I mostly reload for my rifles but when I do shoot factory it is Federal Premium. I also like Remington brand amo.

MArk


----------



## Nueces (Jul 22, 2008)

I have tried the major brands from Remington, Federal, Winchester and Fiocchi. Regardless of who makes them, I refuse to shoot soft points. Those are so inconsistent vs hollow points or polymer tips.


----------



## TCSSPRO204 (Sep 27, 2008)

Fedral prem for factory ammo. Nos partition is my choice in big game bullet from 243-338 always been great. Varmints i like balistic tip or the vmax 32gr-55gr and muzzy I shoot the TC shockwave 250gr.


----------



## cklspencer (Jun 25, 2009)

In the past most of my in most of my gun I shot federal or whinchester all worked well. My 22-250 for some dumb reason the cheaper it is the better is shoots. This year I really started shooting my seven mag and the off the shelf ammo it seams to really like is black hills gold 140 grain accutip. But now I am heading to start reloading so we will see.


----------



## James (Oct 7, 2007)

I seldom buy factory ammo because I reload. When I do, it is to replace brass, or get new brass for a newly acquired gun. Federal, Remington, or Winchester are my usual choices. One thing I won't buy is Winchester Silver Tips. My experience shows they fly apart when hitting a deer. I would rather have a bullet stay together and just mushroom. 

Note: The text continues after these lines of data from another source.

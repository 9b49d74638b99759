# SPDX-License-Identifier: BSD-3-Clause
"""What the machine is: wheel, slide, axle friction, and the rig they make."""
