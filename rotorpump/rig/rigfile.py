# SPDX-License-Identifier: BSD-3-Clause
"""Rig files: a rig and a task as TOML text, and back.

A table for each part of the rig ([wheel], [radial], [tangential], [friction]), [mass] for the
moving mass, [rig] for its other numbers (optional), and [task], whose ``kind`` says what is to be
achieved. Keys are the field names of the classes, so a new field needs no change here. The table of
an axis is that of its slide, or has the one key ``position`` that holds the mass there; a rig file
without [tangential] holds it at zero.
"""

from __future__ import annotations

import math
import os
import tomllib
from dataclasses import MISSING, Field, fields, is_dataclass
from pathlib import Path
from typing import Any, get_type_hints

from rotorpump.errors import InputError
from rotorpump.quantities import choice, finite
from rotorpump.rig.rig import AXES, Rig
from rotorpump.rig.slide import Slide
from rotorpump.tasks import Pump, Rotate, SpinUp, Start, Task

KINDS: dict[str, type[Pump] | type[SpinUp] | type[Rotate]] = {
    "pump": Pump,
    "spin-up": SpinUp,
    "rotate": Rotate,
}
"""Kinds of task by the word that a rig file uses."""

PARTS: dict[str, Any] = {
    name: hint for name, hint in get_type_hints(Rig).items() if is_dataclass(hint)
}
"""Parts of a rig, each with a table of its own."""

POSITION = "position"
"""Key that holds the mass along an axis [m]."""

NUMBERS = tuple(f for f in fields(Rig) if f.name not in (*PARTS, *AXES, "mass"))
"""Numbers of a rig that stand in [rig]."""

MASS = tuple(f for f in fields(Rig) if f.name == "mass")
"""The number of a rig that stands in [mass]."""

TABLES = ("rig", "wheel", "mass", *AXES, *(name for name in PARTS if name != "wheel"), "task")

Table = dict[str, Any]


def read_rig(path: str | os.PathLike[str]) -> tuple[Rig, Task]:
    """Read a rig file.

    Parameters
    ----------
    path : str or path-like
        The TOML file.

    Returns
    -------
    rig : Rig
        The machine.
    task : Pump, SpinUp or Rotate
        What is to be achieved.

    Raises
    ------
    InputError
        If the file cannot be read or its content breaks a rule; the message names file, table,
        key, rule and the value received.
    """
    place = os.fspath(path)
    if Path(place).is_dir():
        raise InputError("rig file", "must be a file, not a directory", place)
    try:
        # a byte order mark, as some editors write it, is no part of the text
        text = Path(place).read_text(encoding="utf-8-sig")
    except FileNotFoundError as error:
        raise InputError("rig file", "must exist", place) from error
    except OSError as error:
        raise InputError("rig file", f"must be readable ({error.strerror})", place) from error
    except UnicodeDecodeError as error:
        wrong = error.object[error.start : error.end]
        raise InputError("rig file", "must be UTF-8 text", wrong, place) from error
    except ValueError as error:
        raise InputError("rig file", f"must be a path ({error})", place) from error
    return parse_rig(text, place)


def parse_rig(text: str, where: str) -> tuple[Rig, Task]:
    """Parse the text of a rig file.

    Parameters
    ----------
    text : str
        TOML text.
    where : str
        Name of the file, for error messages.

    Returns
    -------
    rig : Rig
        The machine.
    task : Pump, SpinUp or Rotate
        What is to be achieved.

    Raises
    ------
    InputError
        If the text breaks a rule; the message names file, table, key, rule and value received.
    """
    try:
        content = tomllib.loads(text)
    except (ValueError, RecursionError) as error:
        raise InputError("rig file", "must be valid TOML", str(error), where) from error
    _known(content, TABLES, where)
    parts = {
        name: _build(kind, _table(content, name, where), f"{where} [{name}]")
        for name, kind in PARTS.items()
    }
    for axis in AXES:
        if axis in content or axis == "radial":
            parts[axis] = _axis(_table(content, axis, where), f"{where} [{axis}]")
    mass = _keys(MASS, _table(content, "mass", where), f"{where} [mass]")
    numbers = _keys(NUMBERS, _table(content, "rig", where, required=False), f"{where} [rig]")
    rig = _rig(parts, mass, numbers, where)
    return rig, _task(rig, _table(content, "task", where), f"{where} [task]")


def write_rig(rig: Rig, task: Task) -> str:
    """Return the text of a rig file that reads back as this rig and task."""
    kind = next(word for word, kind in KINDS.items() if isinstance(task, kind))
    tables: dict[str, Table] = {name: {} for name in TABLES}
    tables["rig"] = {f.name: getattr(rig, f.name) for f in NUMBERS}
    tables["mass"] = {f.name: getattr(rig, f.name) for f in MASS}
    for name in PARTS:
        tables[name] = _values(getattr(rig, name))
    for axis in AXES:
        part = getattr(rig, axis)
        tables[axis] = _values(part) if isinstance(part, Slide) else {POSITION: part}
    tables["task"] = {"kind": kind, **_values(task)}
    blocks = []
    for name, table in tables.items():
        lines = [f"{key} = {_toml(value)}" for key, value in table.items() if value is not None]
        blocks.append("\n".join([f"[{name}]", *lines, ""]))
    return "\n".join(blocks)


def _known(table: Table, allowed: tuple[str, ...], where: str) -> None:
    for key, value in table.items():
        if key not in allowed:
            words = ", ".join(allowed)
            raise InputError(key, f"is unknown here; allowed: {words}", value, where)


def _table(content: Table, name: str, where: str, required: bool = True) -> Table:
    if name not in content:
        if required:
            raise InputError(f"[{name}]", "is a required table", "none", where)
        return {}
    table = content[name]
    if not isinstance(table, dict):
        raise InputError(f"[{name}]", "must be a table", table, where)
    return table


def _keys(known: tuple[Field[Any], ...], table: Table, where: str) -> Table:
    """Return ``table``; its keys must be known and the required ones there, its numbers sane."""
    _known(table, tuple(f.name for f in known), where)
    for entry in known:
        optional = entry.default is not MISSING or entry.default_factory is not MISSING
        if entry.name not in table and not optional:
            raise InputError(entry.name, "is required", "none", where)
    for key, value in table.items():
        for number in value if isinstance(value, list) else [value]:
            if isinstance(number, int) and abs(number) >= 2**1023:
                raise InputError(key, "must be a number that a float can hold", number, where)
    return table


def _build(kind: Any, table: Table, where: str) -> Any:
    """Construct a dataclass from its table; its own error gets the place."""
    _keys(fields(kind), table, where)
    try:
        return kind(**table)
    except InputError as error:
        raise error.at(where) from error


def _axis(table: Table, where: str) -> Any:
    """Construct a slide, or return the position that holds the mass."""
    if POSITION not in table:
        return _build(Slide, table, where)
    _known(table, (POSITION,), where)
    try:
        return finite(POSITION, table[POSITION])
    except InputError as error:
        raise error.at(where) from error


def _rig(parts: Table, mass: Table, numbers: Table, where: str) -> Rig:
    """Construct the rig; an error of its own rules gets the place where the user wrote it."""
    try:
        return Rig(**parts, **mass, **numbers)
    except InputError as error:
        if error.field in AXES:
            place = f"{where} [{error.field}]"
            raise InputError(POSITION, error.rule, error.received, place) from error
        table = "radial" if error.field == "stroke" else "mass" if error.field in mass else "rig"
        raise error.at(f"{where} [{table}]") from error


def _task(rig: Rig, table: Table, where: str) -> Task:
    """Construct the task, and check that it can begin on this rig."""
    if "kind" not in table:
        raise InputError("kind", "is required", "none", where)
    rest = {key: value for key, value in table.items() if key != "kind"}
    try:
        kind = KINDS[choice("kind", table["kind"], tuple(KINDS))]
        _known(table, ("kind", *(f.name for f in fields(kind))), where)
        task: Task = _build(kind, rest, where)
        if isinstance(task, Start):
            task.check(rig)
    except InputError as error:
        raise error.at(where) from error
    return task


def _values(part: Any) -> Table:
    return {f.name: getattr(part, f.name) for f in fields(part)}


def _toml(value: Any) -> str:
    """Return a field's value as TOML."""
    if isinstance(value, bool):
        return "true" if value else "false"
    if isinstance(value, str):
        return f'"{value}"'
    if isinstance(value, tuple):
        return f"[{', '.join(map(_toml, value))}]"
    return "inf" if math.isinf(value) else repr(float(value))
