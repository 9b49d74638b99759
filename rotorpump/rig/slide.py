# SPDX-License-Identifier: BSD-3-Clause
"""A slide with its drive and end stops."""

from __future__ import annotations

import math
from dataclasses import dataclass

from rotorpump.errors import InputError
from rotorpump.quantities import choice, interval, limit, non_negative, positive

END_STOPS = ("bear", "avoid")


@dataclass(frozen=True)
class Slide:
    """A straight slide fixed to the wheel, the drive that moves the mass along it, its end stops.

    Every limit but the stroke is optional, and infinite where it is not given.

    Parameters
    ----------
    stroke : tuple of float
        Lowest and highest position of the mass [m].
    speed : float, optional
        Largest speed of the mass along the slide [m/s].
    force : float, optional
        Largest force of the drive on the mass, in either direction [N].
    power : float, optional
        Largest mechanical power of the drive, whether it drives or brakes [W].
    force_rate : float, optional
        Largest rate of the drive's force [N/s].
    continuous_force : float, optional
        Largest root mean square of the drive's force over the motion [N], as linear drives are
        rated.
    stall_force, no_load_speed : float, optional
        Motor line: the drive's force is at most ``stall_force (1 - v / no_load_speed)`` in the
        direction of the motion [N, m/s]. A drive that brakes may exceed the stall force along the
        same line, as a motor at a given voltage does. Both or neither are given.
    motor_constant : float, optional
        Force per square root of the copper loss, Km [N/√W]; the loss is (F/Km)².
    rubbing : float, optional
        Coulomb friction along the rail [N].
    end_stops : {"bear", "avoid"}, optional
        Whether a resting mass may lean on an end stop ("bear"), or the drive has to carry it
        everywhere ("avoid"). A stop never brakes a moving mass.

    Raises
    ------
    InputError
        If a value is out of its range, or one half of the motor line is missing.
    """

    stroke: tuple[float, float]
    speed: float = math.inf
    force: float = math.inf
    power: float = math.inf
    force_rate: float = math.inf
    continuous_force: float = math.inf
    stall_force: float | None = None
    no_load_speed: float | None = None
    motor_constant: float | None = None
    rubbing: float = 0.0
    end_stops: str = "bear"

    def __post_init__(self) -> None:
        object.__setattr__(self, "stroke", interval("stroke", self.stroke))
        for name in ("speed", "force", "power", "force_rate", "continuous_force"):
            object.__setattr__(self, name, limit(name, getattr(self, name)))
        for name in ("stall_force", "no_load_speed", "motor_constant"):
            if getattr(self, name) is not None:
                object.__setattr__(self, name, positive(name, getattr(self, name)))
        if (self.stall_force is None) != (self.no_load_speed is None):
            missing = "stall_force" if self.stall_force is None else "no_load_speed"
            raise InputError(missing, "is required: it makes the motor line with its twin", None)
        object.__setattr__(self, "rubbing", non_negative("rubbing", self.rubbing))
        choice("end_stops", self.end_stops, END_STOPS)

    @property
    def length(self) -> float:
        """Length of the stroke [m]."""
        return self.stroke[1] - self.stroke[0]

    @property
    def middle(self) -> float:
        """Middle of the stroke [m]."""
        return 0.5 * (self.stroke[0] + self.stroke[1])

    @property
    def bearing(self) -> bool:
        """Whether a resting mass may lean on the end stops."""
        return self.end_stops == "bear"

    @property
    def standing_force(self) -> float:
        """Largest force of the drive on a standing mass [N]; infinite without such a limit."""
        return min(self.force, math.inf if self.stall_force is None else self.stall_force)

    @property
    def top_speed(self) -> float:
        """Largest speed at which the drive still drives [m/s]; infinite without such a limit."""
        return min(self.speed, math.inf if self.no_load_speed is None else self.no_load_speed)

    @property
    def forceful(self) -> bool:
        """Whether anything limits the drive's force, so that the mass has to be accelerated."""
        limits = (self.standing_force, self.power, self.force_rate, self.continuous_force)
        return min(limits) < math.inf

I did buy some Aguila 380 Auto ammo from an online source. It worked fine in my LCP
and the brass reloads fine. (off topic) The biggest problem I have with that gun is finding my brass. :lol: Its OK if I go to the range, but shooting at the gravel pit its a different story. 

Also got some Aguila ammo for the wifes 32 auto. It was good too. There for a while a feller couldn't be picky. Lucky to get any at all.


----------



## campfire (Sep 9, 2007)

I am exactly the opposite of All Hansen, I reload shotshells because I shoot more of them but I do not reload rifle or handgun ammo since I just don't shoot enough to make it worth my time. And now days factory rifle ammo rivals handloads in quality. I shoot Federal Premium in my 30-06 because I like their "high energy" and Nosler Partition combination. When I buy factory shotshells or hulls I buy Winchester because I like the way they reload. I shoot whatever handgun ammo I can get my hands on. And I wish all you rednecked conservatives would quit hording ammo so I can find some. :wink:


----------



## tapehoser (Sep 10, 2007)

I'm pretty exclusive with Hornady. I've read enough hunting/shooting magazines over the years and seen enough ammo comparison charts to know that Hornady is consistently the most accurate ammo on the market. There MAY be other really high-dollar stuff out there that may achieve a greater level of accuracy, but Hornady is worth every single penny you spend.


----------



## torowy (Jun 19, 2008)

In my 270 I shoot winchester 130 grain power points. They do the job for me. I have as tight of groups as anyone I have ever shot with. It is about the cheapest ammo out there.


----------